▶ [Task directions]
Each line of the data below should be repeated exactly.

▶ [Data listing]
=== Begin Enclosure ===
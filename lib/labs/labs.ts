import 'server-only';
import { getDb } from '@/db/client';
import { createLab, findLab, renameLab } from '@/db/queries/labs';
import { recordAudit } from '../audit';

/** Creates a lab with the user as its first Owner. */
export async function createLabFor(userId: number, name: string): Promise<{ id: number; name: string }> {
  const id = await getDb().transaction(async (tx) => {
    const labId = await createLab(name, userId, tx);
    await recordAudit({ labId, actorId: userId, action: 'lab.created', subject: `lab:${labId}`, detail: { name } }, tx);
    return labId;
  });
  return { id, name };
}

export async function renameLabAs(actorId: number, labId: number, name: string): Promise<{ id: number; name: string }> {
  const before = await findLab(labId);
  await getDb().transaction(async (tx) => {
    await renameLab(labId, name, tx);
    await recordAudit({ labId, actorId, action: 'lab.renamed', subject: `lab:${labId}`, detail: { from: before?.name ?? null, to: name } }, tx);
  });
  return { id: labId, name };
}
=== End Enclosure ===
▶ [Written response]
filename lib/labs/labs.ts
import 'server-only';
import { getDb } from '@/db/client';
import { createLab, findLab, renameLab } from '@/db/queries/labs';
import { recordAudit } from '../audit';

/** Creates a lab with the user as its first Owner. */
export async function createLabFor(userId: number, name: string): Promise<{ id: number; name: string }> {
  const id = await getDb().transaction(async (tx) => {
    const labId = await createLab(name, userId, tx);
    await recordAudit({ labId, actorId: userId, action: 'lab.created', subject: `lab:${labId}`, detail: { name } }, tx);
    return labId;
  });
  return { id, name };
}

export async function renameLabAs(actorId: number, labId: number, name: string): Promise<{ id: number; name: string }> {
  const before = await findLab(labId);
  await getDb().transaction(async (tx) => {
    await renameLab(labId, name, tx);
    await recordAudit({ labId, actorId, action: 'lab.renamed', subject: `lab:${labId}`, detail: { from: before?.name ?? null, to: name } }, tx);
  });
  return { id: labId, name };
}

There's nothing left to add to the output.